The two midwives on duty had their hands full. They had already delivered four to five babies and were struggling to help a young woman through a difficult delivery. The woman showed up at the hospital that morning and as far as the midwives knew, she had not received any prenatal care. My colleague quickly jumped in to assist.
Kenyan women learning about IUDs. Photo credit: MSI
I remember sitting on a wooden bench with one of the midwives. We were separated from the delivery room by only a flimsy, green colored curtain. On the floor in front of us sat a young girl with orange ribbons in her hair, drawing continuous circles on the ward’s floor.
About 20 minutes passed and my colleague emerged asking for a sterile plastic clip to tie off the umbilical cord. He chastised the midwives for not using them and relying on string instead. They shrugged and told him the clips didn’t work; a conclusion he reached after trying five times. The midwife smiled and leaned against me to whisper – “That’s why we use the string- at least we can be sure the umbilical cord is tied off, even if it is not sterile.”
A few moments later, he appeared again, this time he was holding up a healthy, bawling, baby boy.
This experience crystallized in one powerful moment the challenges of getting health services to work for the people who depend on them. Mostly, I was struck by the sense of serendipity. If it hadn’t been for the presidential inauguration and for a random visit by a caring physician, this woman and her child may have died, or at minimum, had a long and painful labor.
Instead, we were able to celebrate the birth of her son, and her safe recovery from labor.

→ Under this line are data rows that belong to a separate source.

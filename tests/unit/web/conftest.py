"""Result documents with known truth: Legendre polynomials fitted to closed forms of the Hollin Bench cases."""

from __future__ import annotations

import copy
import itertools
import math
from collections.abc import Callable
from typing import Any

import numpy as np
import pytest
from numpy.polynomial import legendre

Function = Callable[[np.ndarray], np.ndarray]


def arc(breaks: list[float], functions: dict[str, Function], degree: int = 12, name: str = "") -> dict[str, Any]:
    """One arc of a result document; every function is interpolated at Gauss points of each interval."""
    points, _ = legendre.leggauss(degree + 1)
    fitted = {
        key: [
            legendre.legfit(points, function(left + (right - left) * (points + 1) / 2), degree).tolist()
            for left, right in itertools.pairwise(breaks)
        ]
        for key, function in functions.items()
    }
    return {"name": name, "basis": "legendre", "breaks": breaks, "functions": fitted}


def catenary(span: float, rise: float, length: float) -> tuple[float, float]:
    """Size a and lowest place of a hanging line from (0, 0) to (span, rise).

    sqrt(length^2 - rise^2) = 2 a sinh(span / 2 a)  (from memory)
    """
    low, high = 1e-2 * span, 1e3 * span
    chord = math.sqrt(length**2 - rise**2)
    for _ in range(200):
        middle = (low + high) / 2
        low, high = (middle, high) if 2 * middle * math.sinh(min(span / 2 / middle, 300)) > chord else (low, middle)
    return low, span / 2 - low * math.asinh(rise / chord)


def hose_document() -> dict[str, Any]:
    """The hanging hose: 4.2 m between (0, 2) and (3, 2.4)."""
    size, lowest = catenary(3.0, 0.4, 4.2)
    offset = 2.0 - size * math.cosh(lowest / size)
    multiplier = -offset
    breaks = np.linspace(0, 3, 9).tolist()
    curve = arc(
        breaks,
        {
            "y": lambda x: size * np.cosh((x - lowest) / size) + offset,
            "y'": lambda x: np.sinh((x - lowest) / size),
        },
    )
    x, weights = legendre.leggauss(60)
    x = 1.5 * (x + 1)
    value = float(np.sum(1.5 * weights * (size * np.cosh((x - lowest) / size) + offset) * np.cosh((x - lowest) / size)))
    costate = arc(breaks, {"y": lambda x: size * np.sinh((x - lowest) / size)})
    return {
        "format": 1,
        "id": "hose-0001",
        "state": "finished",
        "problem": {
            "format": 1,
            "title": "Hose of 4.2 m between two hooks",
            "independent": {"name": "x", "unit": "m", "from": 0, "to": 3},
            "unknowns": {"y": {"unit": "m", "about": "height of the hose"}},
            "functional": {"seek": "minimum", "integrand": "y*sqrt(1 + y'^2)"},
            "endpoints": ["y(0) = 2", "y(3) = 2.4"],
            "constraints": ["integral(sqrt(1 + y'^2)) = 4.2"],
        },
        "problem_hash": "sha256:" + "5c" * 32,
        "verdict": "local minimum",
        "value": value,
        "value_error": 3.4e-9,
        "value_unit": "m^2",
        "parameters": {},
        "checks": [
            check("conditions", "passed", 2.1e-11, 1e-6, 3.0, "y(3) = 2.4", "Every condition at the ends holds."),
            check("stationarity", "passed", 3.3e-8, 1e-6, 1.2, "y", "The Euler-Lagrange equation holds off the nodes."),
            check("motion", "not applicable", None, None, None, "", "The problem has no dynamics."),
            check("convexity", "failed", 0.4, 0.0, 0.0, "", "The integrand is not convex in y and y' together."),
        ],
        "curve": {
            "independent": {"name": "x", "unit": "m"},
            "error": 1.2e-9,
            "arcs": [curve],
            "units": {"y": "m", "y'": ""},
        },
        "multipliers": {
            "costates": {"arcs": [costate], "units": {"y": "m"}},
            "prices": [
                {
                    "condition": "integral(sqrt(1 + y'^2)) = 4.2",
                    "pointer": "/constraints/0",
                    "price": multiplier,
                    "unit": "m",
                }
            ],
        },
        "slopes": [
            {"constant": "l", "slope": multiplier, "unit": "m", "tolerance": 0.02, "contribution": 0.02 * multiplier},
            {"constant": "w", "slope": 0.0, "unit": "m^2", "tolerance": None, "contribution": None},
        ],
        "sweep": None,
        "continuation": None,
        "band": {"value": 0.02 * multiplier, "curve": []},
        "diagnosis": None,
        "notes": ["The length condition is an integral condition; its multiplier is found with the curve."],
        "reading": {
            "independent": {"name": "x", "unit": "m", "from": "0", "to": "3"},
            "unknowns": [
                {
                    "name": "y",
                    "order": 1,
                    "unit": "m",
                    "role": "state",
                    "free": True,
                    "sentence": "y: free function, y' is its highest derivative",
                }
            ],
            "parameters": [],
            "constants": [
                {"name": "l", "value": 4.2, "unit": "m", "tolerance": 0.02},
                {"name": "w", "value": 6.5, "unit": "N/m", "tolerance": None},
            ],
            "functional": {
                "sentence": "Least integral of y*sqrt(1 + y'^2) from x = 0 to x = 3",
                "mathml": "<math><mi>J</mi><mo>=</mo><mo>∫</mo><mi>y</mi><msqrt><mn>1</mn><mo>+</mo><msup><mi>y′</mi>"
                "<mn>2</mn></msup></msqrt><mi>d</mi><mi>x</mi></math>",
                "unit": "m^2",
            },
            "relations": [
                {
                    "pointer": "/endpoints/0",
                    "kind": "endpoint",
                    "mathml": "<math><mi>y</mi><mo>(</mo><mn>0</mn><mo>)</mo><mo>=</mo><mn>2</mn></math>",
                    "unit": "m",
                }
            ],
            "necessary": [
                {
                    "kind": "Euler-Lagrange",
                    "for": "y",
                    "mathml": "<math><msqrt><mn>1</mn></msqrt><mo>=</mo><mn>1</mn></math>",
                    "text": "d/dx F_y' = F_y",
                }
            ],
            "freedom": {"unknown_functions": 1, "conditions": 3, "sentence": "One free function, three conditions."},
            "notes": [],
        },
        "provenance": {
            "versions": {"curvewright": "0.1.0", "casadi": "3.8.2"},
            "options": {"tolerance": 1e-6},
            "times": {"set-up": 0.02, "solve": 0.11, "checks": 0.05},
            "iterations": 31,
            "meshes": [
                mesh(10, 40, 4, 4, value + 1e-3, 1e-3, 14, 0.03),
                mesh(8, 64, 8, 8, value + 1e-6, 2e-6, 9, 0.04),
                mesh(8, 96, 12, 12, value, 1.2e-9, 8, 0.04),
            ],
        },
    }


def stage_document() -> dict[str, Any]:
    """Rest to rest over 40 mm in least time with |a| <= 2000 mm/s^2: one switch, in the middle."""
    acceleration, distance = 2000.0, 40.0
    half = math.sqrt(distance / acceleration)
    document = hose_document()
    document |= {
        "id": "stage-0001",
        "problem": {
            "format": 1,
            "title": "Scan stage over 40 mm",
            "independent": {"name": "t", "unit": "s", "from": 0, "to": "T"},
            "parameters": {"T": {"unit": "s", "within": [0.01, 10]}},
            "unknowns": {
                "x": {"unit": "mm", "about": "stage position"},
                "a": {"unit": "mm/s^2", "within": [-2000, 2000], "about": "acceleration"},
            },
            "dynamics": ["x'' = a"],
            "functional": {"seek": "minimum", "endpoint": "T"},
            "endpoints": ["x(0) = 0", "x'(0) = 0", "x(T) = 40", "x'(T) = 0"],
        },
        "value": 2 * half,
        "value_error": 4e-10,
        "value_unit": "s",
        "parameters": {"T": {"value": 2 * half, "unit": "s"}},
        "curve": {
            "independent": {"name": "t", "unit": "s"},
            "error": 1e-9,
            "arcs": [
                arc(
                    [0.0, half, 2 * half],
                    {
                        "x": lambda t: np.where(
                            t < half, acceleration * t**2 / 2, distance - acceleration * (2 * half - t) ** 2 / 2
                        ),
                        "x'": lambda t: np.where(t < half, acceleration * t, acceleration * (2 * half - t)),
                        "a": lambda t: np.where(t < half, acceleration, -acceleration),
                    },
                    degree=3,
                )
            ],
            "units": {"x": "mm", "x'": "mm/s", "a": "mm/s^2"},
        },
        "multipliers": {"costates": {"arcs": [], "units": {}}, "prices": []},
    }
    return document


def vehicle_document() -> dict[str, Any]:
    """Two arcs, burn and coast; the mass drops by 4 kg at the junction and the thrust exists on the first only."""
    document = stage_document()
    document |= {
        "id": "vehicle-0001",
        "problem": {"format": 1, "title": "Sample vehicle in two arcs", "unknowns": {"m": {"about": "mass"}}},
        "curve": {
            "independent": {"name": "t", "unit": "s"},
            "error": 1e-8,
            "arcs": [
                arc(
                    [0.0, 1.0, 2.0], {"h": lambda t: t**2, "m": lambda t: 40 - t, "F": lambda t: 10 + 0 * t}, 3, "burn"
                ),
                arc([2.0, 5.0], {"h": lambda t: 4 * t - 4, "m": lambda t: 34 + 0 * t}, 3, "coast"),
            ],
            "units": {"h": "m", "m": "kg", "F": "N"},
        },
    }
    return document


def several_document() -> dict[str, Any]:
    """The hose with what two starts led to: itself, and the same shape upside down between its hooks."""
    document = hose_document()
    size, lowest = catenary(3.0, -0.4, 4.2)
    above = arc(
        np.linspace(0, 3, 9).tolist(),
        {"y": lambda x: 2.0 + size * math.cosh(lowest / size) - size * np.cosh((x - lowest) / size)},
    )
    best = {name: document[name] for name in ("verdict", "value", "value_error", "parameters", "checks", "curve")}
    other = best | {
        "verdict": "not a minimum",
        "value": 11.5,
        "parameters": {"k": {"value": 2.5, "unit": "m"}},
        "curve": document["curve"] | {"arcs": [above]},
    }
    starts = (["default guess", "y with 1 half wave down"], ["y with 1 half wave up"])
    found = [extremal | {"starts": some} for extremal, some in zip((best, other), starts, strict=True)]
    return document | {"id": "hose-0003", "extremals": found}


def fitted_document() -> dict[str, Any]:
    """The hose with readings of its height in cm at three places, 1 and 2 cm off."""
    document = hose_document()
    (hose_arc,) = document["curve"]["arcs"]
    places = [0.5, 1.5, 2.5]
    heights = [100 * _at(hose_arc, "y", place) for place in places]
    observed = [height + off for height, off in zip(heights, (1.0, -2.0, 1.0), strict=True)]
    listed = {
        "of": "y", "pointer": "/observations/0/of", "unit": "cm", "place": places, "observed": observed,
        "fitted": heights, "residual": [1.0, -2.0, 1.0], "sigma": None, "normalised": [0.5, -1.0, 0.5],
        "fitted_sigma": [0.4, 0.3, 0.4],
    }  # fmt: skip
    fit = {
        "points": 3, "sigmas_known": False, "sum_of_squares": 6.0,
        "degrees_of_freedom": 1.5, "spread": 2.0, "unit": "cm",
        "parameters": {
            "a": {"value": 2.0, "sigma": 0.1, "unit": "m"},
            "b": {"value": -4.0, "sigma": None, "unit": ""},
            "c": {"value": 0.0, "sigma": 0.3, "unit": "1/m"},
        },
        "covariance": [[0.01, 0.0, -0.015], [0.0, 0.0, 0.0], [-0.015, 0.0, 0.09]],
        "lists": [listed, listed | {"of": "2*y", "sigma": [1.0, 2.0, 1.0]}],
    }  # fmt: skip
    return document | {"id": "hose-0004", "observations": fit}


def _at(one_arc: dict[str, Any], name: str, place: float) -> float:
    """The value of a function on an arc."""
    breaks = one_arc["breaks"]
    k = next(k for k in range(len(breaks) - 1) if place <= breaks[k + 1])
    local = (2 * place - breaks[k] - breaks[k + 1]) / (breaks[k + 1] - breaks[k])
    return float(legendre.legval(local, one_arc["functions"][name][k]))


def infeasible_document() -> dict[str, Any]:
    """A hose that is shorter than the distance of its hooks."""
    document = hose_document()
    return document | {
        "id": "hose-0002",
        "state": "finished",
        "verdict": "infeasible",
        "value": None,
        "value_error": None,
        "checks": [],
        "curve": None,
        "multipliers": {"costates": {"arcs": [], "units": {}}, "prices": []},
        "diagnosis": {
            "reason": "infeasible",
            "sentence": "No curve meets y(3) = 2.4 and the length of 2.9 m together: the hooks are 3.027 m apart.",
            "findings": [
                {
                    "condition": "integral(sqrt(1 + y'^2)) = 2.9",
                    "pointer": "/constraints/0",
                    "amount": 0.127,
                    "unit": "m",
                    "where": None,
                    "note": "short by this much at the least-violating curve",
                },
                {
                    "condition": "y(3) = 2.4",
                    "pointer": "/endpoints/1",
                    "amount": 0.0,
                    "unit": "m",
                    "where": {"place": 3.0, "subject": "y"},
                    "note": "",
                },
            ],
        },
    }


def check(
    name: str, status: str, figure: Any, threshold: Any, place: Any, subject: str, sentence: str
) -> dict[str, Any]:
    """One check of a result document."""
    where = None if place is None and not subject else {"place": place, "subject": subject}
    return {
        "name": name,
        "status": status,
        "figure": figure,
        "threshold": threshold,
        "where": where,
        "sentence": sentence,
    }


def mesh(intervals: int, points: int, low: int, high: int, value: Any, error: Any, count: int, seconds: float) -> dict:
    """One line of the mesh history."""
    return {
        "intervals": intervals,
        "points": points,
        "lowest_degree": low,
        "highest_degree": high,
        "value": value,
        "error": error,
        "iterations": count,
        "seconds": seconds,
    }


@pytest.fixture
def hose() -> dict[str, Any]:
    """The hanging hose."""
    return hose_document()


@pytest.fixture
def stage() -> dict[str, Any]:
    """The scan stage with one switch."""
    return stage_document()


@pytest.fixture
def vehicle() -> dict[str, Any]:
    """Two arcs."""
    return vehicle_document()


@pytest.fixture
def several() -> dict[str, Any]:
    """Two curves found from several starts."""
    return several_document()


@pytest.fixture
def fitted() -> dict[str, Any]:
    """A fit to two lists of observations."""
    return fitted_document()


@pytest.fixture
def infeasible() -> dict[str, Any]:
    """No curve at all."""
    return infeasible_document()


@pytest.fixture
def out_of_time() -> dict[str, Any]:
    """Stopped by the clock with the best curve so far."""
    document = copy.deepcopy(hose_document())
    return document | {
        "verdict": "best found",
        "value_error": None,
        "diagnosis": {"reason": "out of time", "sentence": "The time limit of 2 s ended on mesh 2.", "findings": []},
    }
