"""Addresses are made in one place, escaped, and change with the content of a file."""

import re

import pytest

from web import links
from web.assets import STATIC, asset


def test_names_and_queries_are_escaped():
    assert links.run("a/b?c") == "/runs/a%2Fb%3Fc"
    assert links.runs(state="failed", after="x&y=") == "/runs?state=failed&after=x%26y%3D"
    assert links.compose() == "/compose"


@pytest.mark.parametrize("path", ["css/tokens.css", "vendor/plotly.min.js", "vendor/math.ttf"])
def test_a_static_address_carries_the_fingerprint_of_the_file(path):
    assert re.fullmatch(rf"/static/{re.escape(path)}\?v=[0-9a-f]{{12}}", links.static(path))


def test_a_file_that_is_missing_is_noticed_when_the_page_is_made():
    with pytest.raises(LookupError, match=r"there is no static file 'css/none\.css'"):
        links.static("css/none.css")


@pytest.mark.parametrize("path", ["../render.py", "css/../../render.py", "/etc/passwd", "", "css", "vendor/none"])
def test_no_path_leads_out_of_the_static_files(path):
    assert asset(path) is None


def test_style_sheets_name_only_files_that_exist():
    for sheet in (STATIC / "css").glob("*.css"):
        for target in re.findall(r'url\("([^"]+)"\)', sheet.read_text(encoding="utf-8")):
            assert asset(target.removeprefix("../")), f"{sheet.name} names {target}"


def test_modules_import_only_files_that_exist():
    for module in (STATIC / "js").rglob("*.js"):
        for target in re.findall(r'from "(\.[^"]+)"|import "(\.[^"]+)"', module.read_text(encoding="utf-8")):
            path = module.parent / (target[0] or target[1])
            assert path.is_file(), f"{module.name} imports {path.name}"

I sat back down and looked at the little girl on the floor and wondered…what choices would make the difference for this child? What health care and services could she count on in her lifetime? What opportunities would change her future prospects? And I was convinced once again of the simple truth that access to contraception is pivotal in determining the equation of future opportunities – hers, mine, all of ours. If this young girl had the information and means to make choices about her sexual health and childbearing, she would have a better chance to determine her own future.
Contraception matters. It not only changes lives, it saves lives. If an additional 120 million women who want contraception could get it by 2020, we could have 100 million fewer unintended pregnancies, 3 million fewer children dying in their first year of life, and 200,000 fewer women and girls dying in pregnancy and childbirth.
And now, we have an opportunity before us to truly level the playing field for all women and girls. A global community is recommitted and reenergized and we as individuals have the power to ensure that women’s autonomy over health-related decisions is a fundamental right, not a privilege.
The effort to make contraception available is part of our commitment to reduce poverty, enhance human rights, feed the hungry, give water to the thirsty and share the wealth we have with those who need it. Each of these pieces needs the other, and is integrally connected to each other in order to thrive. And without family planning – without support for women and girls’ lives and dignity – our vision for real, lasting change in this world is simply not whole.
If we act now and keep our promises, we can circle back to the little girl with the orange ribbons and assure her that she will not have to rely on the vagaries of chance appearances, if and when she is ready to give birth.
We can’t leave women’s lives up to chance. When we get the choices right for women, we get it right for development. And in the next seven years, with the lives, dreams and opportunities of millions of the world’s women at stake… we simply have no choice but to get it right.